I spent a couple hours Friday moving hay for our neighbor, Mr. Wisham. His longhorns had really made a mess out of his hay stack. Seems they really use those horns. I set hay in to some he had in a seperate pasture and the first thing they did was move it around the field with their horns. I think next time I will take my camera and get a shot of them working a roll over.

I’ve turned the cows I bought out into the pasture and the horses don’t like it. I’m gonna have to figure something out to do with the horses. They will run the cows causing them to get hot which is not good in cold weather. It’s not a great concern while temps are what they are now, but if we get a cold snap it could cause problems. The pigs are eating like pigs. I guess that’s to be expected. I’ve got to check the signs and get them castrated before they get so big we can’t handle them.

We’ve almost got the electricity at the barn ready for the inspector. As soon as we get electricity there, the kids have made me promise we would get more baby chicks, ducks, guineas, and maybe some pheasants and geese.

Garett has been wanting some rabbits for a while now. Actually I promised him I’d get him some the last time I went to the stock sale. Our neighbor down the road had 5 he wanted to sell for $25 and when my friend John Bryant told me about them, Garett was close enough to hear him. Needless to say we have 5 new rabbits. By May we’ll have 55 if I don’t watch it.

One day this week I took a long walk and reflected back on all the memories I have of this farm as well as others in the neighborhood. I stopped and looked at my old IH 46 baler and remembered when the neighbors all used Massey Ferguson 35′s and 135′s, Ford Jubilees and 8N’s, International Harvester Farmalls, and the like to farm around here. I will never forget all the neighborhood kids getting together to pick up the countless square bales and stack them in the barn. The times were certainly simpler. The biggest farm I remember – now has a Federal Prison on it. The kids and I discussed the possibilty of fixing up an old tractor as well as refurbishing the 46 baler in the interest of preserving history.

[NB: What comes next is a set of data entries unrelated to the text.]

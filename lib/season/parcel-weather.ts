/**
 * Weather at a parcel from the sites around it, and the reference ET it drives.
 *
 * Temperatures are brought from the site's elevation to the parcel's by the lapse rate of the settings. A site without weather on a day drops out of
 * that day and the remaining weights are scaled up to 1.
 */
import { solarGeometry } from '../energy/sun.ts';
import { placeGroundWater } from './ground-water.ts';
import { joinFlags, MOST_TOGETHER, meanRow, mixRows, openMix, openTogether, weighDays } from './mix.ts';
import type { Mix, PackedSeason } from './pack.ts';
import { solveParcelDays } from './parcel-energy.ts';
import { noWeather, placeReferenceDay } from './parcel-reference.ts';
import { placeSeries } from './series-weather.ts';
import type { ParcelInput } from './types.ts';

/**
 * Fills `season.weather` and `season.flags` for one parcel: `placeAtmosphere`, then `placeGroundWater`.
 *
 * @throws {RangeViolation} naming parcel and date when no site has weather that day
 */
export function placeWeather(season: PackedSeason, parcel: ParcelInput): void {
  placeAtmosphere(season, parcel);
  placeGroundWater(season, parcel);
}

/**
 * Fills what the sky brings to a parcel: everything in `season.weather` but `liquid`, `snowWater`, `frozen` and `surfaceRunoff`; and `season.flags`.
 * It depends on weights, series, elevation and latitude alone, so parcels that agree in these may share it.
 *
 *   T = Σ w (T site + lapse · (z site − z parcel)) / Σ w; every other variable Σ w x / Σ w; flags: OR of the sites with a weight
 *
 * The vapour pressure is held at the saturation value of the parcel's own temperatures, es. Reference ET is computed at the parcel, from the
 * interpolated weather, by the solver behind `referenceEtDay`, which gives the same number to the last bit.
 *
 * Where series have weights of their own, or reference ET is carried from the sites, see `placeSeries`.
 *
 * @throws {RangeViolation} naming parcel and date when no site has weather that day
 * Source: FAO-56 Eq. 11, 12, 63 and 6; weights from `lib/weather`.
 */
export function placeAtmosphere(season: PackedSeason, parcel: ParcelInput): void {
  if (season.sun.latitude !== parcel.latitude) solarGeometry(parcel.latitude, season.sun);
  placeReferenceDay(season.reference, parcel.elevation);
  if (parcel.series || season.input.weather.referenceEt) placeSeries(season, parcel);
  else {
    gather(season, parcel);
    solveParcelDays(season, parcel);
  }
}

/** Means of the sites' values by the weights present; sites without gaps go the short way. */
function gather(season: PackedSeason, parcel: ParcelInput): void {
  const mix = openMix(season, parcel);
  weighDays(mix, season.weather.weightSum);
  joinFlags(mix, season.input.weather.flags, season.flags);
  if (mix.complete && mix.count <= MOST_TOGETHER) gatherTogether(season, mix);
  else {
    gatherPresent(season, mix);
    scale(season, parcel);
  }
}

function gatherTogether({ weather, input: { weather: from } }: PackedSeason, mix: Mix): void {
  const sites = openTogether(mix);
  meanRow(sites, from.airTemperatureMax, sites.lapse, weather.airTemperatureMax);
  meanRow(sites, from.airTemperatureMin, sites.lapse, weather.airTemperatureMin);
  meanRow(sites, from.actualVapourPressure, 0, weather.actualVapourPressure);
  meanRow(sites, from.solarRadiation, 0, weather.solarRadiation);
  meanRow(sites, from.windSpeed2m, 0, weather.windSpeed2m);
  meanRow(sites, from.precipitation, 0, weather.precipitation);
}

function gatherPresent({ weather, input: { weather: from } }: PackedSeason, mix: Mix): void {
  mixRows(mix, from.airTemperatureMax, mix.lapse, weather.airTemperatureMax);
  mixRows(mix, from.airTemperatureMin, mix.lapse, weather.airTemperatureMin);
  mixRows(mix, from.actualVapourPressure, mix.none, weather.actualVapourPressure);
  mixRows(mix, from.solarRadiation, mix.none, weather.solarRadiation);
  mixRows(mix, from.windSpeed2m, mix.none, weather.windSpeed2m);
  mixRows(mix, from.precipitation, mix.none, weather.precipitation);
}

/** Divides by the weights present. */
function scale(season: PackedSeason, parcel: ParcelInput): void {
  const w = season.weather;
  for (let d = 0; d < season.input.dayCount; d++) {
    if (w.weightSum[d] === 0) throw noWeather(season, parcel, d);
    const scale = 1 / w.weightSum[d];
    w.airTemperatureMax[d] *= scale;
    w.airTemperatureMin[d] *= scale;
    w.actualVapourPressure[d] *= scale;
    w.solarRadiation[d] *= scale;
    w.windSpeed2m[d] *= scale;
    w.precipitation[d] *= scale;
  }
}
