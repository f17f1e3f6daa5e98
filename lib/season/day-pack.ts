/**
 * A parcel's season in few bytes, without loss. Most rows of a season are zero for weeks, keep still, or follow another row; a plain array of them is three to
 * four times as long, and writing it is most of what storing a run costs.
 *
 * Layout, little-endian: [Uint16 65535, which no plain array begins with][Uint16 version][Uint16 rows][Uint16 days], then for each row a tag and, unless it
 * is zero throughout, its steps. The tag is 255 for a row of zeros, 254 for a row by itself, else the row it is told as the difference from. A step is
 * the change from the day before (before the first day: 0) modulo 65536, signs folded in (0, −1, 1, −2 … as 0, 1, 2, 3 …), in one byte below 160, in two below 16,544,
 * else in three; the bytes from 225 on are runs of 2 to 32 days without a change.
 */

const MARK = 0xffff;
const VERSION = 1;
const HEADER = 8;
const ZERO_ROW = 255;
const PLAIN_ROW = 254;
const TWO_BYTES = 160;
const THREE_BYTES = 224;
/** a run of n days is the byte RUN + n */
const RUN = 223;
const LONGEST_RUN = 32;
const LEAST_IN_THREE = TWO_BYTES + (THREE_BYTES - TWO_BYTES) * 256;

/** True for bytes that `packDays` made; false for a plain array, which earlier kernels stored: it begins with a reference ET, which is never missing. */
export function isPacked(bytes: Uint8Array): boolean {
  return bytes.length >= HEADER && bytes[0] === 0xff && bytes[1] === 0xff && bytes[2] === VERSION && bytes[3] === 0;
}

/** Most bytes that a season can take. */
export function mostPackedBytes(rows: number, days: number): number {
  return HEADER + rows * (1 + 3 * days);
}

/**
 * Packs the rows of one parcel.
 *
 * @param from the rows [row × day] begin at `at`
 * @param like for each row one of the first 254 that stands before it and that it mostly equals or runs along with, or −1
 * @param into scratch of `mostPackedBytes`, from `to` on
 * @returns end of the packed bytes in `into`
 */
export function packDays(from: Uint16Array, at: number, days: number, like: readonly number[], into: Uint8Array, to: number): number {
  let end = packHeader(into, to, like.length, days);
  for (let row = 0; row < like.length; row++) {
    const start = at + row * days;
    if (isZero(from, start, days)) into[end++] = ZERO_ROW;
    else if (like[row] < 0) {
      into[end++] = PLAIN_ROW;
      end = packRow(from, start, -1, days, into, end);
    } else {
      into[end++] = like[row];
      end = packRow(from, start, at + like[row] * days, days, into, end);
    }
  }
  return end;
}

function packHeader(into: Uint8Array, at: number, rows: number, days: number): number {
  into[at] = MARK & 255;
  into[at + 1] = MARK >> 8;
  into[at + 2] = VERSION;
  into[at + 3] = 0;
  into[at + 4] = rows & 255;
  into[at + 5] = rows >> 8;
  into[at + 6] = days & 255;
  into[at + 7] = days >> 8;
  return at + HEADER;
}

function isZero(from: Uint16Array, start: number, days: number): boolean {
  for (let i = start; i < start + days; i++) if (from[i] !== 0) return false;
  return true;
}

/** @param like where the row begins that this one is told from; −1 for none */
function packRow(from: Uint16Array, start: number, like: number, days: number, into: Uint8Array, to: number): number {
  let end = to;
  let before = 0;
  let still = 0;
  for (let d = 0; d < days; d++) {
    const value = like < 0 ? from[start + d] : from[start + d] - from[like + d];
    const step = ((value - before) << 16) >> 16;
    before = value;
    if (step === 0) {
      still++;
      if (still < LONGEST_RUN) continue;
    }
    if (still > 0) {
      into[end++] = still === 1 ? 0 : RUN + still;
      still = 0;
    }
    if (step === 0) continue;
    const folded = (step << 1) ^ (step >> 31);
    if (folded < TWO_BYTES) into[end++] = folded;
    else if (folded < LEAST_IN_THREE) {
      into[end++] = TWO_BYTES + ((folded - TWO_BYTES) >> 8);
      into[end++] = (folded - TWO_BYTES) & 255;
    } else {
      into[end++] = THREE_BYTES;
      into[end++] = folded & 255;
      into[end++] = folded >> 8;
    }
  }
  if (still > 0) into[end++] = still === 1 ? 0 : RUN + still;
  return end;
}

/** The rows of packed bytes as a plain array [row × day]. */
export function unpackDays(bytes: Uint8Array): Uint16Array {
  const rows = bytes[4] + 256 * bytes[5];
  const days = bytes[6] + 256 * bytes[7];
  const plain = new Uint16Array(rows * days);
  let at = HEADER;
  for (let row = 0; row < rows; row++) {
    const tag = bytes[at++];
    if (tag === ZERO_ROW) continue;
    const start = row * days;
    at = unpackRow(bytes, at, plain, start, days);
    if (tag !== PLAIN_ROW) for (let d = 0; d < days; d++) plain[start + d] += plain[tag * days + d];
  }
  return plain;
}

function unpackRow(bytes: Uint8Array, from: number, plain: Uint16Array, start: number, days: number): number {
  let at = from;
  let value = 0;
  for (let d = 0; d < days; ) {
    const first = bytes[at++];
    if (first > THREE_BYTES) {
      plain.fill(value, start + d, start + d + first - RUN);
      d += first - RUN;
      continue;
    }
    let folded = first;
    if (first === THREE_BYTES) {
      folded = bytes[at] + 256 * bytes[at + 1];
      at += 2;
    } else if (first >= TWO_BYTES) folded = TWO_BYTES + 256 * (first - TWO_BYTES) + bytes[at++];
    value += (folded >>> 1) ^ -(folded & 1);
    plain[start + d++] = value;
  }
  return at;
}

const FLAGS_MARK = 0xffffffff;

/**
 * Bits of a parcel by day as runs: [Uint32 4294967295, a set of bits no day has], then for each run [Uint32 bits][Uint16 days].
 */
export function packFlags(flags: Uint32Array, at: number, days: number): Uint8Array {
  const runs: number[] = [];
  for (let d = 0; d < days; d++) {
    if (d > 0 && flags[at + d] === flags[at + d - 1]) runs[runs.length - 1]++;
    else runs.push(flags[at + d], 1);
  }
  const view = new DataView(new ArrayBuffer(4 + 3 * runs.length));
  view.setUint32(0, FLAGS_MARK, true);
  for (let k = 0; k < runs.length; k += 2) {
    view.setUint32(4 + 3 * k, runs[k], true);
    view.setUint16(8 + 3 * k, runs[k + 1], true);
  }
  return new Uint8Array(view.buffer);
}

/** The bits by day of what `packFlags` made; null for bytes that it did not make. */
export function unpackFlags(bytes: Uint8Array, days: number): Uint32Array | null {
  const view = new DataView(bytes.buffer, bytes.byteOffset, bytes.byteLength);
  if (bytes.byteLength < 4 || view.getUint32(0, true) !== FLAGS_MARK) return null;
  const flags = new Uint32Array(days);
  for (let at = 4, d = 0; at < bytes.byteLength; at += 6) {
    const count = view.getUint16(at + 4, true);
    flags.fill(view.getUint32(at, true), d, d + count);
    d += count;
  }
  return flags;
}
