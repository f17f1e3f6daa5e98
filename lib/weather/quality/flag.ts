/** What a check finds in the record of a site: the rule that was broken, where, by how much, and what to do about it. */
import { civilFromDayNumber, dayNumber, isoDate } from '../../base/civil-date.ts';
import { type SiteObservations, WEATHER_VARIABLES, type WeatherVariable } from '../variable.ts';
import type { Rule } from './rules.ts';

/** `note`: worth knowing; `suspect`: likely wrong; `impossible`: cannot be. */
export type Severity = 'note' | 'suspect' | 'impossible';

export interface Flag {
  /** index into the sites of the observations */
  readonly site: number;
  readonly variable: WeatherVariable;
  readonly rule: Rule;
  /** offsets from the first day of the observations, both included */
  readonly firstDay: number;
  readonly lastDay: number;
  readonly severity: Severity;
  /** what broke the rule, in the unit of the variable or of the rule; NaN where the rule has no single value */
  readonly value: number;
  /** the limit it broke */
  readonly limit: number;
  /** sentence for the reader: value, limit and advice */
  readonly detail: string;
  readonly figures?: Readonly<Record<string, number | string | null>>;
}

/** Days in a row that break a rule, and the one that breaks it most. */
export interface BrokenRun {
  readonly first: number;
  readonly last: number;
  readonly worst: number;
}

/** Runs of days on which `excess` is above 0; NaN breaks no rule. */
export function brokenRuns(dayCount: number, excess: (day: number) => number): BrokenRun[] {
  const runs: BrokenRun[] = [];
  let open: { first: number; worst: number; most: number } | null = null;
  for (let day = 0; day <= dayCount; day++) {
    const over = day < dayCount ? excess(day) : Number.NaN;
    if (over > 0) {
      if (open === null) open = { first: day, worst: day, most: over };
      else if (over > open.most) Object.assign(open, { worst: day, most: over });
    } else if (open !== null) {
      runs.push({ first: open.first, last: day - 1, worst: open.worst });
      open = null;
    }
  }
  return runs;
}

/** The series of one variable at one site, as a view; null where the source has none. */
export function seriesOf(observations: SiteObservations, variable: WeatherVariable, site: number): Float64Array | null {
  const { dayCount } = observations;
  return observations.values[variable]?.subarray(site * dayCount, (site + 1) * dayCount) ?? null;
}

/** Four significant digits, for the sentence of a flag. @example figureText(12.3456) // '12.35' */
export function figureText(value: number): string {
  if (!Number.isFinite(value)) return 'none';
  const rounded = Number(value.toPrecision(4));
  return (rounded === 0 ? '0' : String(rounded)).replace('-', '−');
}

/** A figure with the unit of a variable. @example withUnit(21.5, 'air_temperature_max_c') // '21.5 °C' */
export function withUnit(value: number, variable: WeatherVariable): string {
  return `${figureText(value)} ${WEATHER_VARIABLES[variable].unit}`;
}

/** "on 2020-07-01" or "from 2020-07-01 to 2020-07-04", for the sentence of a flag. */
export function daysText(observations: Pick<SiteObservations, 'startDate'>, first: number, last: number): string {
  const start = dayNumber(observations.startDate);
  return first === last ? `on ${isoDate(start + first)}` : `from ${isoDate(start + first)} to ${isoDate(start + last)}`;
}

/** Calendar months of a record: offset of the first and last day, and the number of the month from year 0. */
export function monthsOf(startDate: string, dayCount: number): { first: number; last: number; month: number }[] {
  const start = dayNumber(startDate);
  const months: { first: number; last: number; month: number }[] = [];
  for (let day = 0; day < dayCount; day++) {
    const { year, month } = civilFromDayNumber(start + day);
    const number = year * 12 + month - 1;
    const last = months.at(-1);
    if (last?.month === number) last.last = day;
    else months.push({ first: day, last: day, month: number });
  }
  return months;
}

/** Middle value of a list, NaN when it is empty. The list is sorted in place. */
export function median(values: number[]): number {
  if (values.length === 0) return Number.NaN;
  values.sort((a, b) => a - b);
  const middle = values.length >> 1;
  return values.length % 2 === 1 ? values[middle] : (values[middle - 1] + values[middle]) / 2;
}
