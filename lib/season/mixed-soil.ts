/**
 * One soil for a parcel that lies on several: the classes of its soil polygons, weighted by area.
 */
import type { Soil, SoilLayer } from './types.ts';

/** A soil class under a parcel, with its share of the parcel's area, 0–1. */
export interface SoilShare {
  readonly soil: string;
  readonly share: number;
}

/** A parcel takes the class itself, not a mixture, from this share of the mapped ground. Common practice, no source. */
const WHOLE = 0.995;
/** Weights are rounded to this many parts, so that parcels alike share one mixture. */
const PARTS = 1000;
/** θs where a class gives none [m³ m⁻³], as `Soil.saturation` says. */
const SATURATION = 0.45;
/** A member that only some classes have (curve number, root limit) counts when these cover at least this much of the mapped ground. */
const MOST = 0.5;

/**
 * The area-weighted mean of soil classes. The ground that the soil polygons leave out is taken to be like the rest of the parcel. Field
 * capacity, wilting point, depth of the evaporation layer, REW, TEW and curve number are means over the area: common practice, no source.
 * A curve number or root limit that some of the classes lack is the mean of those that have it when they cover half of the ground or
 * more, and missing (NaN) otherwise.
 *
 * Layers are mixed by depth: between any two depths at which no class changes, the means of what the classes hold there. Texture and
 * properties of capillary rise cannot be averaged: the class that covers most of the ground gives them (the latter, among those that have them, when these cover
 * half of it).
 *
 * @param shares of the parcel, 0–1; classes that `soils` does not have are left out
 * @returns null when no class is left
 * @example mixedSoil([{ soil: 'loam', share: 0.75 }, { soil: 'clay', share: 0.25 }], { loam, clay })?.name // '75 % Loam + 25 % Clay'
 */
export function mixedSoil(shares: readonly SoilShare[], soils: Readonly<Record<string, Soil>>): Soil | null {
  const parts = shares
    .filter(({ soil, share }) => share > 0 && Object.hasOwn(soils, soil))
    .map(({ soil, share }) => ({ soil: soils[soil], share }))
    .sort((a, b) => b.share - a.share || (a.soil.code < b.soil.code ? -1 : 1));
  const mapped = parts.reduce((sum, { share }) => sum + share, 0);
  if (parts.length === 0) return null;
  if (parts[0].share >= WHOLE * mapped) return parts[0].soil;
  const rounded = parts.map(({ soil, share }) => ({ soil, part: Math.round((share / mapped) * PARTS) })).filter(({ part }) => part > 0);
  const all = rounded.reduce((sum, { part }) => sum + part, 0);
  const weighed = rounded.map(({ soil, part }) => ({ soil, weight: part / all }));
  const mean = (value: (soil: Soil) => number) => weighed.reduce((sum, { soil, weight }) => sum + weight * value(soil), 0);
  return {
    code: weighed.map(({ soil, weight }) => `${soil.code} ${weight.toFixed(3)}`).join(' + '),
    name: weighed.map(({ soil, weight }) => `${percent(weight)} % ${soil.name}`).join(' + '),
    fieldCapacity: mean((soil) => soil.fieldCapacity),
    wiltingPoint: mean((soil) => soil.wiltingPoint),
    evaporationDepth: mean((soil) => soil.evaporationDepth),
    readilyEvaporableWater: mean((soil) => soil.readilyEvaporableWater),
    totalEvaporableWater: mean((soil) => soil.totalEvaporableWater),
    curveNumber: meanOfThoseWith(weighed, (soil) => soil.curveNumber),
    rootLimit: meanOfThoseWith(weighed, (soil) => soil.rootLimit),
    ...depthMembers(weighed),
  };
}

type Weighed = readonly { readonly soil: Soil; readonly weight: number }[];

/** The members that only some soils have. A mixture of soils without them has none either. */
function depthMembers(weighed: Weighed): Pick<Soil, 'layers' | 'saturation' | 'texture' | 'percolationRate' | 'capillary'> {
  const layers = mixedLayers(weighed);
  const saturated = weighed.some(({ soil }) => soil.saturation !== undefined);
  const saturation = weighed.reduce((sum, { soil, weight }) => sum + weight * (soil.saturation ?? SATURATION), 0);
  const percolationRate = meanOfThoseWith(weighed, (soil) => soil.percolationRate ?? Number.NaN);
  const texture = mostCommon(weighed, (soil) => soil.texture ?? 'medium');
  const lifting = weighed.filter(({ soil }) => soil.capillary !== undefined);
  const liftingShare = lifting.reduce((sum, { weight }) => sum + weight, 0);
  return {
    ...(layers ? { layers } : {}),
    ...(saturated ? { saturation } : {}),
    ...(texture !== 'medium' ? { texture } : {}),
    ...(Number.isNaN(percolationRate) ? {} : { percolationRate }),
    ...(liftingShare >= MOST ? { capillary: lifting[0].soil.capillary } : {}),
  };
}

/** The value that covers most of the ground; the first of those that tie. */
function mostCommon<T>(weighed: Weighed, value: (soil: Soil) => T): T {
  const covered = new Map<T, number>();
  for (const { soil, weight } of weighed) covered.set(value(soil), (covered.get(value(soil)) ?? 0) + weight);
  return [...covered].reduce((best, next) => (next[1] > best[1] ? next : best))[0];
}

/** Layers between all depths at which a class changes; none when no class has layers. */
function mixedLayers(weighed: Weighed): SoilLayer[] | null {
  const edges = [...new Set(weighed.flatMap(({ soil }) => (soil.layers ?? []).map(({ bottom }) => bottom)))].sort((a, b) => a - b);
  if (edges.length === 0) return null;
  return edges.map((bottom, k) => {
    const layer = { top: k === 0 ? 0 : edges[k - 1], bottom, fieldCapacity: 0, wiltingPoint: 0 };
    for (const { soil, weight } of weighed) {
      const own = layerAt(soil, bottom);
      layer.fieldCapacity += weight * own.fieldCapacity;
      layer.wiltingPoint += weight * own.wiltingPoint;
    }
    return layer;
  });
}

/** What a soil holds just above a depth; its last layer goes on below. */
function layerAt(soil: Soil, bottom: number): Pick<SoilLayer, 'fieldCapacity' | 'wiltingPoint'> {
  const { layers } = soil;
  if (!layers || layers.length === 0) return soil;
  return layers.find((layer) => layer.bottom >= bottom) ?? layers[layers.length - 1];
}

function meanOfThoseWith(weighed: Weighed, value: (soil: Soil) => number): number {
  const having = weighed.filter(({ soil }) => !Number.isNaN(value(soil)));
  const covered = having.reduce((sum, { weight }) => sum + weight, 0);
  if (covered < MOST) return Number.NaN;
  return having.reduce((sum, { soil, weight }) => sum + (weight / covered) * value(soil), 0);
}

function percent(weight: number): string {
  return weight < 0.005 ? '< 1' : String(Math.round(weight * 100));
}

/** What a parcel says of its soil. */
export interface ParcelSoil {
  readonly soilCode: string | null;
  readonly soilShares: readonly SoilShare[] | null;
}

/**
 * The soil of each parcel: its own code before its soil polygons, these before the soil of the district.
 *
 * @returns `codes`, one for each parcel, each a key of `soils`, which has the library and the mixtures
 */
export function soilsOfParcels(
  parcels: readonly ParcelSoil[],
  library: Readonly<Record<string, Soil>>,
  defaultSoil: string,
): { readonly codes: readonly string[]; readonly soils: Readonly<Record<string, Soil>> } {
  const soils: Record<string, Soil> = { ...library };
  const codes = parcels.map(({ soilCode, soilShares }) => {
    if (soilCode !== null) return soilCode;
    const mixed = soilShares && mixedSoil(soilShares, library);
    if (!mixed) return defaultSoil;
    soils[mixed.code] ??= mixed;
    return mixed.code;
  });
  return { codes, soils };
}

We will have to replace the 46 soon if we are going to do many more square bales. It certainly has earned its keep. I can only imagine how many bales that baler has tied and how many young men picked them up for extra money for school clothes or shotgun shells. I guess as a token of appreciation to the old baler, my new one should also be clad in IH red. It’s a shame what’s happened to the small family farm. I’m sure many people have been faced with the fact that they just aren’t making it on the farm anymore and sold out or quit. I don’t know that I would not have given up by now if it weren’t for the children.

The new shift at work isn’t as bad as I expected. I have a lot more time to work on the farm and it seems like almost as much time with the kids. I feel rough on Saturday and Sunday, but the boss said he plans to staff the shift a little different soon and give everyone the option of taking a day a week off. Since I have the most seniority I would get to choose my day first.

Well I’m sure there is something I should be doing…………..Hope everyone has a safe and happy new year!